TASK STATEMENT: Beneath this task are records; print exactly the stretch of them from the line with "fn hash(id: &str)" through the line with "blow memory up.", both ends included.

DATASET RECORDS:
++++++
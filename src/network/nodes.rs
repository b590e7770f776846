//! The [`NodeTable`]: external string ids ↔ dense `u32` indices, and the
//! optional per-person attributes a planner supplies (`group`, `cost`,
//! `uptake`, `immune`).
//!
//! Indices are assigned at load and never change; ids are restored only in
//! `report`. Reading a node-table file is `network::load`.
//!
//! Storage: the ids are concatenated in one string with their end offsets,
//! so a million ids cost a few bytes each rather than one allocation each.
//! Canonical decimal ids (`0`, `17`, not `017`) are found through a dense
//! table indexed by their value; other ids through an open-addressing hash
//! table of node indices (linear probing; Knuth, TAOCP vol. 3, §6.4).

use std::hash::BuildHasher;

use rustc_hash::FxBuildHasher;

/// Marker for an empty slot.
const NONE: u32 = u32::MAX;

/// The value of a canonical decimal id (`0` or no leading zero, at most 9
/// digits), else `None`.
#[inline]
pub(crate) fn canonical_u32(t: &[u8]) -> Option<u32> {
    if t.is_empty() || t.len() > 9 || (t[0] == b'0' && t.len() > 1) {
        return None;
    }
    let mut v = 0u32;
    for &b in t {
        let d = b.wrapping_sub(b'0');
        if d > 9 {
            return None;
        }
        v = v * 10 + d as u32;
    }
    Some(v)
}

/// Ids in index order with the two lookups described in the module docs.
/// Every id is in exactly one lookup: the dense table when it was
/// canonical and within the table's reach when first added, else the hash.
#[derive(Clone, Debug, Default)]
struct IdSet {
    /// All ids, concatenated.
    text: String,
    /// `ends[v]` is where id `v` ends in `text`.
    ends: Vec<usize>,
    /// `dense[value]`: index of the canonical id `value`, or [`NONE`].
    dense: Vec<u32>,
    /// Hash slots holding indices, or [`NONE`]; empty or a power of two long.
    slots: Vec<u32>,
    /// Ids in `slots`.
    hashed: usize,
    /// Entries the dense table may grow to regardless of `len` (a reserve).
    dense_hint: usize,
}

impl IdSet {
    fn len(&self) -> usize {
        self.ends.len()
    }

    #[inline]
    fn get(&self, v: usize) -> Option<&str> {
        let end = *self.ends.get(v)?;
        let start = if v == 0 { 0 } else { self.ends[v - 1] };
        Some(&self.text[start..end])
    }

    /// The index of canonical id `value` in the dense table, if there.
    #[inline]
    fn dense_index(&self, value: u32) -> Option<u32> {
        self.dense.get(value as usize).copied().filter(|&i| i != NONE)
    }

    #[inline]
    fn hash(id: &str) -> usize {
        FxBuildHasher.hash_one(id.as_bytes()) as usize
    }

    /// The slot holding `id`, or the empty slot where it would go.
    fn probe(&self, id: &str) -> usize {
        let mask = self.slots.len() - 1;
        let mut s = Self::hash(id) & mask;
        loop {
            let i = self.slots[s];
            if i == NONE || self.get(i as usize) == Some(id) {
                return s;
            }
            s = (s + 1) & mask;
        }
    }

    fn index_of(&self, id: &str) -> Option<u32> {
        if let Some(v) = canonical_u32(id.as_bytes()) {
            if let Some(i) = self.dense_index(v) {
                return Some(i);
            }
        }
        if self.hashed == 0 {
            return None;
        }
        let i = self.slots[self.probe(id)];
        (i != NONE).then_some(i)
    }

    /// Adds an id known to be absent; returns its index.
    fn push_new(&mut self, id: &str) -> u32 {
        let i = self.len() as u32;
        self.text.push_str(id);
        self.ends.push(self.text.len());
        if let Some(v) = canonical_u32(id.as_bytes()) {
            let v = v as usize;
            // Up to 4 slots per id known (plus a floor) or the reserve, so
            // sparse huge ids cannot blow memory up.
            let limit = ((1 << 16) + 4 * self.len()).max(self.dense_hint);
            if v >= self.dense.len() && v < limit {
                let new_len = (v + 1).max(2 * self.dense.len()).min(limit);
                self.dense.resize(new_len, NONE);
            }
            if let Some(slot) = self.dense.get_mut(v) {
                *slot = i;
                return i;
            }
        }
        if 2 * (self.hashed + 1) > self.slots.len() {
            self.grow();
        }
        let s = self.probe(id);
        self.slots[s] = i;
        self.hashed += 1;
        i
    }

    /// Doubles the hash slots and re-inserts the hashed ids.
    fn grow(&mut self) {
        let cap = (2 * self.slots.len()).max(16);
        let old = std::mem::replace(&mut self.slots, vec![NONE; cap]);
        let mask = cap - 1;
        for i in old.into_iter().filter(|&i| i != NONE) {
            let id = self.get(i as usize).unwrap_or_default();
            let mut s = Self::hash(id) & mask;
            while self.slots[s] != NONE {
                s = (s + 1) & mask;
            }
            self.slots[s] = i;
        }
    }
}

/// Group labels of the people, when a node table gives them.
#[derive(Clone, Debug, Default, PartialEq)]
pub struct Groups {
    /// Group names, by group index, in order of first appearance.
    pub names: Vec<String>,
    /// Group index of each node.
    pub of: Vec<u32>,
}

/// External ids and per-person attributes, indexed by node.
#[derive(Clone, Debug, Default)]
pub struct NodeTable {
    ids: IdSet,
    /// Group of each person.
    pub groups: Option<Groups>,
    /// Cost of one dose (or seed) for each person, in budget units.
    pub cost: Option<Vec<f64>>,
    /// Probability that an offered dose is accepted, in `[0, 1]`.
    pub uptake: Option<Vec<f64>>,
    /// Already immune before the campaign.
    pub immune: Option<Vec<bool>>,
}

impl NodeTable {
    /// A table whose ids are the decimal indices `"0"`, `"1"`, … (for
    /// generated networks).
    ///
    /// ```
    /// let t = spreadplan::network::NodeTable::numbered(3);
    /// assert_eq!((t.len(), t.id(2), t.index("1")), (3, "2", Some(1)));
    /// ```
    pub fn numbered(n: usize) -> Self {
        let mut t = NodeTable::default();
        t.reserve(n);
        for i in 0..n {
            t.ids.push_new(&i.to_string());
        }
        t
    }

    /// A table from ids in index order; `Err(id)` names the first repeat.
    pub fn from_ids<I: IntoIterator<Item = String>>(ids: I) -> Result<Self, String> {
        let mut t = NodeTable::default();
        for id in ids {
            if t.ids.index_of(&id).is_some() {
                return Err(id);
            }
            t.ids.push_new(&id);
        }
        Ok(t)
    }

    /// The index of `id`, inserting it at the end when new.
    pub fn intern(&mut self, id: &str) -> u32 {
        match self.ids.index_of(id) {
            Some(i) => i,
            None => self.ids.push_new(id),
        }
    }

    /// Makes room for `additional` more ids (canonical decimal ids below
    /// the new length are then found without hashing).
    ///
    /// ```
    /// let mut t = spreadplan::network::NodeTable::default();
    /// t.reserve(1000);
    /// assert_eq!((t.intern("999"), t.intern("a"), t.index("999")), (0, 1, Some(0)));
    /// ```
    pub fn reserve(&mut self, additional: usize) {
        let ids = &mut self.ids;
        ids.ends.reserve(additional);
        ids.dense_hint = ids.dense_hint.max(ids.len() + additional);
    }

    /// Lets the dense table of canonical decimal ids grow to `entries`
    /// regardless of the number of ids (the loader passes its row estimate).
    /// Canonical ids hashed earlier for being out of reach move to the dense
    /// table when they are now within it.
    pub(crate) fn allow_dense(&mut self, entries: usize) {
        let ids = &mut self.ids;
        ids.dense_hint = ids.dense_hint.max(entries);
        if ids.hashed == 0 {
            return;
        }
        let limit = ((1 << 16) + 4 * ids.len()).max(ids.dense_hint);
        let hashed: Vec<u32> = ids.slots.iter().copied().filter(|&i| i != NONE).collect();
        let mut stay = Vec::new();
        for i in hashed {
            let value = ids.get(i as usize).and_then(|id| canonical_u32(id.as_bytes()));
            match value.map(|v| v as usize) {
                Some(v) if v < limit => {
                    if v >= ids.dense.len() {
                        ids.dense.resize(v + 1, NONE);
                    }
                    ids.dense[v] = i;
                }
                _ => stay.push(i),
            }
        }
        ids.slots.iter_mut().for_each(|s| *s = NONE);
        ids.hashed = 0;
        for i in stay {
            let id = ids.get(i as usize).unwrap_or_default().to_owned();
            let s = ids.probe(&id);
            ids.slots[s] = i;
            ids.hashed += 1;
        }
    }

    /// The dense table: entry `v` is the index of the canonical decimal id
    /// with value `v`, or `u32::MAX` ("look it up by text", not "absent").
    #[inline]
    pub(crate) fn dense_table(&self) -> &[u32] {
        &self.ids.dense
    }

    /// The index of the canonical decimal id with value `v` when it is in
    /// the dense table (the loader's fast path); `None` means "look it up
    /// by text", not "absent".
    #[inline]
    pub(crate) fn dense_index(&self, v: u32) -> Option<u32> {
        self.ids.dense_index(v)
    }

    /// Number of people.
    pub fn len(&self) -> usize {
        self.ids.len()
    }

    /// Whether the table is empty.
    pub fn is_empty(&self) -> bool {
        self.ids.len() == 0
    }

    /// External id of node `v`.
    pub fn id(&self, v: u32) -> &str {
        self.ids.get(v as usize).unwrap_or("?")
    }

    /// Node index of an external id.
    pub fn index(&self, id: &str) -> Option<u32> {
        self.ids.index_of(id)
    }

    /// Group name of node `v`, if groups are known.
    pub fn group_of(&self, v: u32) -> Option<&str> {
        let g = self.groups.as_ref()?;
        g.of.get(v as usize).and_then(|&i| g.names.get(i as usize)).map(String::as_str)
    }

    /// Cost of a dose for `v` (1 when no costs are given).
    pub fn cost_of(&self, v: u32) -> f64 {
        self.cost.as_ref().map_or(1.0, |c| c[v as usize])
    }

    /// Uptake probability of `v` (1 when not given).
    pub fn uptake_of(&self, v: u32) -> f64 {
        self.uptake.as_ref().map_or(1.0, |u| u[v as usize])
    }

    /// Whether `v` is listed as already immune.
    pub fn is_immune(&self, v: u32) -> bool {
        self.immune.as_ref().is_some_and(|i| i[v as usize])
    }
}

#[cfg(test)]
mod tests {
    use super::*;

    #[test]
    fn canonical_ids() {
        assert_eq!(canonical_u32(b"0"), Some(0));
        assert_eq!(canonical_u32(b"123456789"), Some(123_456_789));
        assert_eq!(canonical_u32(b"007"), None);
        assert_eq!(canonical_u32(b"1234567890"), None);
        assert_eq!(canonical_u32(b"1a"), None);
        assert_eq!(canonical_u32(b""), None);
    }

    #[test]
    fn dense_and_hashed_ids_agree() {
        // Ids of every kind, some added twice: canonical small, canonical
        // beyond the dense reach (then inside it once the table grew),
        // non-canonical digits, text, empty-looking ones.
        let mut t = NodeTable::default();
        let mut expect: Vec<String> = Vec::new();
        for k in 0..5000u32 {
            let id = match k % 7 {
                0 => (k * 37 % 1000).to_string(),
                1 => (90_000_000 + k).to_string(),
                2 => format!("0{}", k % 50),
                3 => format!("person-{}", k % 300),
                4 => (k * 13).to_string(),
                5 => " ".repeat((k % 3) as usize + 1),
                _ => (200_000 - k).to_string(),
            };
            let i = t.intern(&id);
            match expect.iter().position(|e| *e == id) {
                Some(p) => assert_eq!(i as usize, p, "{id:?}"),
                None => {
                    assert_eq!(i as usize, expect.len(), "{id:?}");
                    expect.push(id);
                }
            }
        }
        assert_eq!(t.len(), expect.len());
        for (v, id) in expect.iter().enumerate() {
            assert_eq!(t.id(v as u32), id);
            assert_eq!(t.index(id), Some(v as u32), "{id:?}");
        }
        assert_eq!(t.index("person-300"), None);
        assert_eq!(t.index("1000000000"), None);
        assert_eq!(t.id(expect.len() as u32), "?");
    }

    #[test]
    fn widening_the_dense_reach_keeps_every_id() {
        let mut t = NodeTable::default();
        let ids: Vec<String> = (0..3000u32)
            .map(|k| if k % 5 == 0 { format!("x{k}") } else { (k * 977).to_string() })
            .collect();
        for id in &ids {
            t.intern(id);
        }
        assert!(t.ids.hashed > 600, "some canonical ids were out of reach");
        t.allow_dense(4_000_000);
        assert_eq!(t.ids.hashed, 600, "only the text ids stay hashed");
        for (v, id) in ids.iter().enumerate() {
            assert_eq!((t.index(id), t.id(v as u32)), (Some(v as u32), id.as_str()));
        }
        assert_eq!(t.intern("x5"), 5);
        assert_eq!(t.intern("977"), 1);
        assert_eq!(t.intern("978"), 3000);
    }

    #[test]
    fn numbered_and_from_ids() {
        let t = NodeTable::numbered(100);
        assert_eq!((t.index("57"), t.index("057"), t.id(99)), (Some(57), None, "99"));
        let t = NodeTable::from_ids(["b", "a", "10"].map(String::from)).unwrap();
        assert_eq!((t.index("a"), t.index("10"), t.id(0)), (Some(1), Some(2), "b"));
        assert_eq!(NodeTable::from_ids(["x", "7", "7"].map(String::from)).unwrap_err(), "7");
    }
}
++++++
RESULT OF THIS TASK:
    fn hash(id: &str) -> usize {
        FxBuildHasher.hash_one(id.as_bytes()) as usize
    }

    /// The slot holding `id`, or the empty slot where it would go.
    fn probe(&self, id: &str) -> usize {
        let mask = self.slots.len() - 1;
        let mut s = Self::hash(id) & mask;
        loop {
            let i = self.slots[s];
            if i == NONE || self.get(i as usize) == Some(id) {
                return s;
            }
            s = (s + 1) & mask;
        }
    }

    fn index_of(&self, id: &str) -> Option<u32> {
        if let Some(v) = canonical_u32(id.as_bytes()) {
            if let Some(i) = self.dense_index(v) {
                return Some(i);
            }
        }
        if self.hashed == 0 {
            return None;
        }
        let i = self.slots[self.probe(id)];
        (i != NONE).then_some(i)
    }

    /// Adds an id known to be absent; returns its index.
    fn push_new(&mut self, id: &str) -> u32 {
        let i = self.len() as u32;
        self.text.push_str(id);
        self.ends.push(self.text.len());
        if let Some(v) = canonical_u32(id.as_bytes()) {
            let v = v as usize;
            // Up to 4 slots per id known (plus a floor) or the reserve, so
            // sparse huge ids cannot blow memory up.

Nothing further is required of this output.